Here we’d like to point out that these courses in and of themselves are increasing access to AI. Full stop. Being able to learn everything from rudiments to some really technical concepts online for a fraction of the cost is such a boon for the industry. More people getting interested and learning how to run machine learning projects means more varieties of approaches, more hours spent on big problems, and a bigger variety of practitioners than we have today. AI as a subject is so much more accessible than biochemistry because all you really need is a computer, some training, and some patience.
For businesses, we need to do our part too. Instead of judging prospective hires on their university, judge them by their code, their problem solving, their CV. There are incredibly smart people at places like MIT and Stanford. But they don’t have a monopoly on the next generation of machine learning professionals.

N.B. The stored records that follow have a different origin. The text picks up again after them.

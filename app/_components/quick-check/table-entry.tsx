'use client';

import { useRef, type ClipboardEvent, type KeyboardEvent } from 'react';
import { FaultText } from '../forms/fault-text';
import { TableInput } from '../forms/table-input';
import { Cell, HeadCell, RowHead } from '../tables/cells';
import { Head, Row, Table } from '../tables/table';
import { NormSymbol } from '../ui/symbols';
import { parsePasted, type PastedTable } from './parse-table';
import type { CellFault } from './read-quick';
import { withEmptyRow } from './quick-state';

interface TableEntryProps {
  columns: readonly string[];
  rows: string[][];
  /** What the grid of each row is called. */
  labels: readonly string[];
  faults: readonly CellFault[];
  onChange: (rows: string[][]) => void;
  onPasted: (table: PastedTable) => void;
}

const symbols: Record<string, 'L1' | 'L2' | 'Linf'> = { L1: 'L1', L2: 'L2', 'L∞': 'Linf' };

const placeholders: Record<string, string> = { 'Spacing h': 'h', 'Cells in all': 'cells', 'Cells per direction': 'cells', Value: 'value', L1: 'error', L2: 'error', 'L∞': 'error' };

/** A small table to type or paste into: Enter and the arrow keys move between rows, a new row is always there. */
export function TableEntry({ columns, rows, labels, faults, onChange, onPasted }: TableEntryProps) {
  const table = useRef<HTMLDivElement>(null);
  const setCell = (row: number, column: number, text: string) =>
    onChange(withEmptyRow(rows.map((cells, at) => (at === row ? cells.map((cell, index) => (index === column ? text : cell)) : cells)), columns.length));
  const move = (event: KeyboardEvent, row: number, column: number) => {
    const step = { Enter: 1, ArrowDown: 1, ArrowUp: -1 }[event.key];
    if (step === undefined) return;
    event.preventDefault();
    table.current?.querySelector<HTMLInputElement>(`[data-place="${row + step} ${column}"]`)?.focus();
  };
  const paste = (event: ClipboardEvent, row: number, column: number) => {
    const pasted = parsePasted(event.clipboardData.getData('text/plain'));
    if (!pasted) return;
    event.preventDefault();
    const width = columns.length - column;
    const before = rows.slice(0, row);
    const put = pasted.rows.map((cells, at) => {
      const present = rows[row + at] ?? [];
      return columns.map((_, index) => (index < column ? (present[index] ?? '') : (cells.slice(0, width)[index - column] ?? '')));
    });
    onChange(withEmptyRow([...before, ...put, ...rows.slice(row + put.length)], columns.length));
    onPasted(pasted);
  };
  return (
    <div ref={table}>
      <Table caption="Grids and what was computed on them." hideCaption className="table-fixed">
        <Head><tr><HeadCell className="w-10">Grid</HeadCell>{columns.map((column) => <HeadCell key={column} num className="px-2">{symbols[column] ? <NormSymbol norm={symbols[column]} /> : column}</HeadCell>)}</tr></Head>
        <tbody>
          {rows.map((cells, row) => (
            <Row key={row}>
              <RowHead className="align-middle text-graphite">{labels[row]}</RowHead>
              {columns.map((column, index) => (
                <Cell key={column} className="p-0 pr-0">
                  <TableInput
                    label={`${column}, row ${row + 1}`} value={cells[index] ?? ''} placeholder={row === rows.length - 1 ? placeholders[column] : undefined} data-place={`${row} ${index}`}
                    isFaulty={faults.some((fault) => fault.row === row && fault.column === index)}
                    onChange={(event) => setCell(row, index, event.target.value)}
                    onKeyDown={(event) => move(event, row, index)} onPaste={(event) => paste(event, row, index)}
                  />
                </Cell>
              ))}
            </Row>
          ))}
        </tbody>
      </Table>
      {faults.map(({ row, column, message }) => <FaultText key={`${row} ${column} ${message}`} text={`Row ${row + 1}, ${(columns[column] ?? '').toLowerCase().replace(/^l/, 'L')}: ${message}`} />)}
    </div>
  );
}
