import type { JobPayload } from '@/lib/jobs/jobs';
import type { MailJobContext } from '@/lib/services/outbox/job-context';
import type { GridReader } from '@/lib/services/reading/grid-reader';

/** Loads its subject, claims it, works; run twice, it gives the result of once. */
export type JobHandler = (ctx: MailJobContext, payload: JobPayload, tools: { reader: GridReader }) => Promise<void>;
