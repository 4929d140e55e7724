import { assessQuickCheck } from '@/lib/domain/assessment/quick-check';
import { quickCheckSchema, type QuickCheckInput } from '@/lib/domain/assessment/quick-schema';
import type { FieldProblem } from '@/lib/errors';
import type { SeriesAssessment } from '@/lib/numerics/assessment';
import { readNumber } from './parse-table';
import { isBlankRow, type QuickState } from './quick-state';

export interface CellFault { row: number; column: number; message: string }

type HeldTo = 'formalOrder' | 'knownValue' | 'target';

export interface QuickReading {
  input: QuickCheckInput | null;
  assessment: SeriesAssessment | null;
  cells: CellFault[];
  /** Faults of the fields above the table, by their name. */
  fields: Partial<Record<HeldTo, string>>;
  /** What each row is called: 1 is the finest grid, as far as the spacings can be read. */
  labels: string[];
  /** What concerns the table as a whole. */
  table: string[];
}

const norms = ['L1', 'L2', 'Linf'] as const;

/** One unit of the last digit typed, so that a zero at the end says something too. */
function lastDigit(text: string): number | undefined {
  const [, decimals = '', exponent = '0'] = /[.,](\d+)(?:[eEdD]([+-]?\d+))?$/.exec(text.trim()) ?? [];
  return decimals === '' ? undefined : 10 ** (Number(exponent) - decimals.length);
}

function cellsPerDirection(text: string): number | number[] | null {
  const counts = text.split(/[x×*]/i).map(readNumber);
  if (counts.some((count) => count === null)) return null;
  return counts.length === 1 ? (counts[0] ?? null) : (counts as number[]);
}

function readSpacing(row: readonly string[], { spacingAs }: QuickState): number | number[] | null {
  return spacingAs === 'cellsPerDirection' ? cellsPerDirection(row[0] ?? '') : readNumber(row[0] ?? '');
}

/** Grids by fineness; blank rows have no name, and where a spacing cannot be read the rows count downwards. */
function labelRows(state: QuickState): string[] {
  const finenessOf = (row: readonly string[]) => {
    const stated = readSpacing(row, state);
    const size = Array.isArray(stated) ? stated.reduce((product, count) => product * count, 1) : stated;
    return size === null || state.spacingAs !== 'h' ? size : -size;
  };
  const typed = state.rows.filter((row) => !isBlankRow(row)).map((row) => ({ row, fineness: finenessOf(row) }));
  const areAllRead = typed.every(({ fineness }) => fineness !== null);
  const order = areAllRead ? typed.toSorted((a, b) => (b.fineness ?? 0) - (a.fineness ?? 0)) : typed.toReversed();
  return state.rows.map((row) => (isBlankRow(row) ? '' : String(order.findIndex((each) => each.row === row) + 1)));
}

function readRow(row: readonly string[], at: { row: number; label: string }, state: QuickState, faults: CellFault[]): unknown {
  const [spacing = '', ...rest] = row;
  const { label } = at;
  const stated = readSpacing(row, state);
  const expected = (column: number, text: string) => faults.push({ row: at.row, column, message: text.trim() === '' ? 'Missing. Expected a number.' : `Not a number. Found “${text.trim()}”.` });
  if (stated === null) expected(0, spacing);
  const numbers = rest.map((text, index) => {
    const value = readNumber(text);
    if (value === null && (text.trim() !== '' || state.holds === 'values')) expected(index + 1, text);
    return value;
  });
  if (state.holds === 'values') return { label, [state.spacingAs]: stated, value: numbers[0] ?? undefined, resolution: lastDigit(rest[0] ?? '') };
  const errors = norms.flatMap((norm, index) => (typeof numbers[index] === 'number' ? [[norm, numbers[index]]] : []));
  return { label, [state.spacingAs]: stated, errors: Object.fromEntries(errors) as Record<string, unknown> };
}

function placeFault({ path, message }: FieldProblem, rowsTyped: readonly number[], reading: QuickReading): void {
  const [list, at, member, norm] = path.split('.');
  if (list === 'formalOrder' || list === 'knownValue' || list === 'target') reading.fields[list] = message;
  else if (list === 'grids' && at !== undefined) {
    const column = member === 'value' ? 1 : member === 'errors' && norm ? norms.findIndex((each) => each === norm) + 1 : 0;
    reading.cells.push({ row: rowsTyped[Number(at)] ?? 0, column, message });
  } else reading.table.push(message);
}

/** What was typed, as POST /assess would take it, and what comes of it; or what is wrong with it, cell by cell. */
export function readQuick(state: QuickState): QuickReading {
  const reading: QuickReading = { input: null, assessment: null, cells: [], fields: {}, table: [], labels: labelRows(state) };
  const rowsTyped = state.rows.flatMap((row, index) => (isBlankRow(row) ? [] : [index]));
  if (rowsTyped.length < 2) return reading;
  const grids = rowsTyped.map((at) => readRow(state.rows[at] ?? [], { row: at, label: reading.labels[at] ?? '' }, state, reading.cells));
  const optional = (name: HeldTo) => {
    if (state[name].trim() === '') return undefined;
    const value = readNumber(state[name]);
    if (value === null) reading.fields[name] = `Not a number. Found “${state[name].trim()}”.`;
    return value ?? undefined;
  };
  const formalOrder = optional('formalOrder');
  const knownValue = state.holds === 'values' ? optional('knownValue') : undefined;
  const target = state.holds === 'values' ? optional('target') : undefined;
  if (reading.cells.length > 0 || Object.keys(reading.fields).length > 0) return reading;
  const parsed = quickCheckSchema.safeParse({ dimension: Number(state.dimension), grids, formalOrder, knownValue, target, procedure: state.holds === 'values' ? state.procedure : undefined });
  if (!parsed.success) {
    for (const issue of parsed.error.issues) placeFault({ path: issue.path.join('.'), message: issue.message }, rowsTyped, reading);
    return reading;
  }
  const name = state.name.trim() === '' ? (state.holds === 'values' ? 'the quantity' : 'u') : state.name.trim();
  const result = assessQuickCheck(parsed.data, name);
  if (result.ok) return { ...reading, input: parsed.data, assessment: result.assessment };
  for (const fault of result.faults) placeFault(fault, rowsTyped, reading);
  return reading;
}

Reducing the barrier to entry at every level
Overall, this is what it’s really about. AI shouldn’t be something we reserve for just the few people who can currently afford to employ it or study it. If you believe AI has the promise that we believe it has, making it unaffordable and working only with big providers and hiring only from big schools is actively working against that promise. Increase access will bring increased success to every part of the discipline. It’s just that simple.

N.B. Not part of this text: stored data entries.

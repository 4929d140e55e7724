'use client';

import { procedureNames } from '@/lib/domain/assessment/explain-procedure';
import { procedures } from '@/lib/numerics/assessment';
import { NumberField } from '../forms/number-field';
import { SelectField } from '../forms/select-field';
import { TextField } from '../forms/text-field';
import type { QuickReading } from './read-quick';
import { columnsOf, spacingColumns, withEmptyRow, type QuickState } from './quick-state';

interface QuickFieldsProps { state: QuickState; reading: QuickReading; onChange: (state: QuickState) => void }

/** What the table holds and what it is held to. */
export function QuickFields({ state, reading, onChange }: QuickFieldsProps) {
  const set = (part: Partial<QuickState>) => {
    const next = { ...state, ...part };
    onChange({ ...next, rows: withEmptyRow(next.rows, columnsOf(next).length) });
  };
  const holdsValues = state.holds === 'values';
  return (
    <div className="grid grid-cols-2 gap-x-3 gap-y-5">
      <SelectField label="The table holds" className="col-span-2" value={state.holds} onChange={(event) => set({ holds: event.target.value === 'errors' ? 'errors' : 'values' })}>
        <option value="values">values of a quantity</option><option value="errors">errors by norm</option>
      </SelectField>
      <SelectField
        label="Spacing as" className="col-span-2" value={state.spacingAs}
        onChange={(event) => set({ spacingAs: (['h', 'cells', 'cellsPerDirection'] as const).find((each) => each === event.target.value) ?? 'h' })}
      >
        {Object.entries(spacingColumns).map(([value, name]) => <option key={value} value={value}>{name.charAt(0).toLowerCase() + name.slice(1)}</option>)}
      </SelectField>
      {state.spacingAs !== 'h' && (
        <SelectField label="Dimensions" value={state.dimension} onChange={(event) => set({ dimension: (['1', '2', '3'] as const).find((each) => each === event.target.value) ?? '1' })}>
          <option>1</option><option>2</option><option>3</option>
        </SelectField>
      )}
      <NumberField label="Formal order" value={state.formalOrder} error={reading.fields.formalOrder} onChange={(event) => set({ formalOrder: event.target.value })} />
      <TextField label={holdsValues ? 'Quantity' : 'Field'} autoComplete="off" value={state.name} onChange={(event) => set({ name: event.target.value })} />
      {holdsValues && (
        <SelectField label="Procedure" className="col-span-2" value={state.procedure} onChange={(event) => set({ procedure: procedures.find((each) => each === event.target.value) ?? 'three-grid' })}>
          {procedures.map((each) => <option key={each} value={each}>{procedureNames[each].toLowerCase()}</option>)}
        </SelectField>
      )}
      {holdsValues && <NumberField label="Known value, if any" value={state.knownValue} error={reading.fields.knownValue} onChange={(event) => set({ knownValue: event.target.value })} />}
      {holdsValues && <NumberField label="Largest GCI or U, if any" hint="A fraction: 0.02 is 2 %." value={state.target} error={reading.fields.target} onChange={(event) => set({ target: event.target.value })} />}
    </div>
  );
}
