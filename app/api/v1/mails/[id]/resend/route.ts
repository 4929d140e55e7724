import { route } from '@/app/_server/route';
import { resendMailContract } from '@/lib/domain/mail/schema';
import { resendMail } from '@/lib/services/mail/resend-mail';

export const POST = route(resendMailContract, ({ ctx, params }) => resendMail(ctx, params.id));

Think back to the example we started this piece with: cell phones. Where once, only the most free-spending business man could afford a $4000 phone, today phones allow people in far flung locales access to not only a phone but maps, news, social media, and even a mediocre video game to unwind with. Democratizing access to mobile phones has made us more connected to each other and unlocked opportunities that just couldn’t exist without them. AI can be next.
And with online learning gaining popularity, projects like the Stanford one increasing access to serious compute power, and a preponderance of potential partners for your next project, accessibility to AI is increasing. It’s our responsibility in the industry to make sure that momentum doesn’t stagnate.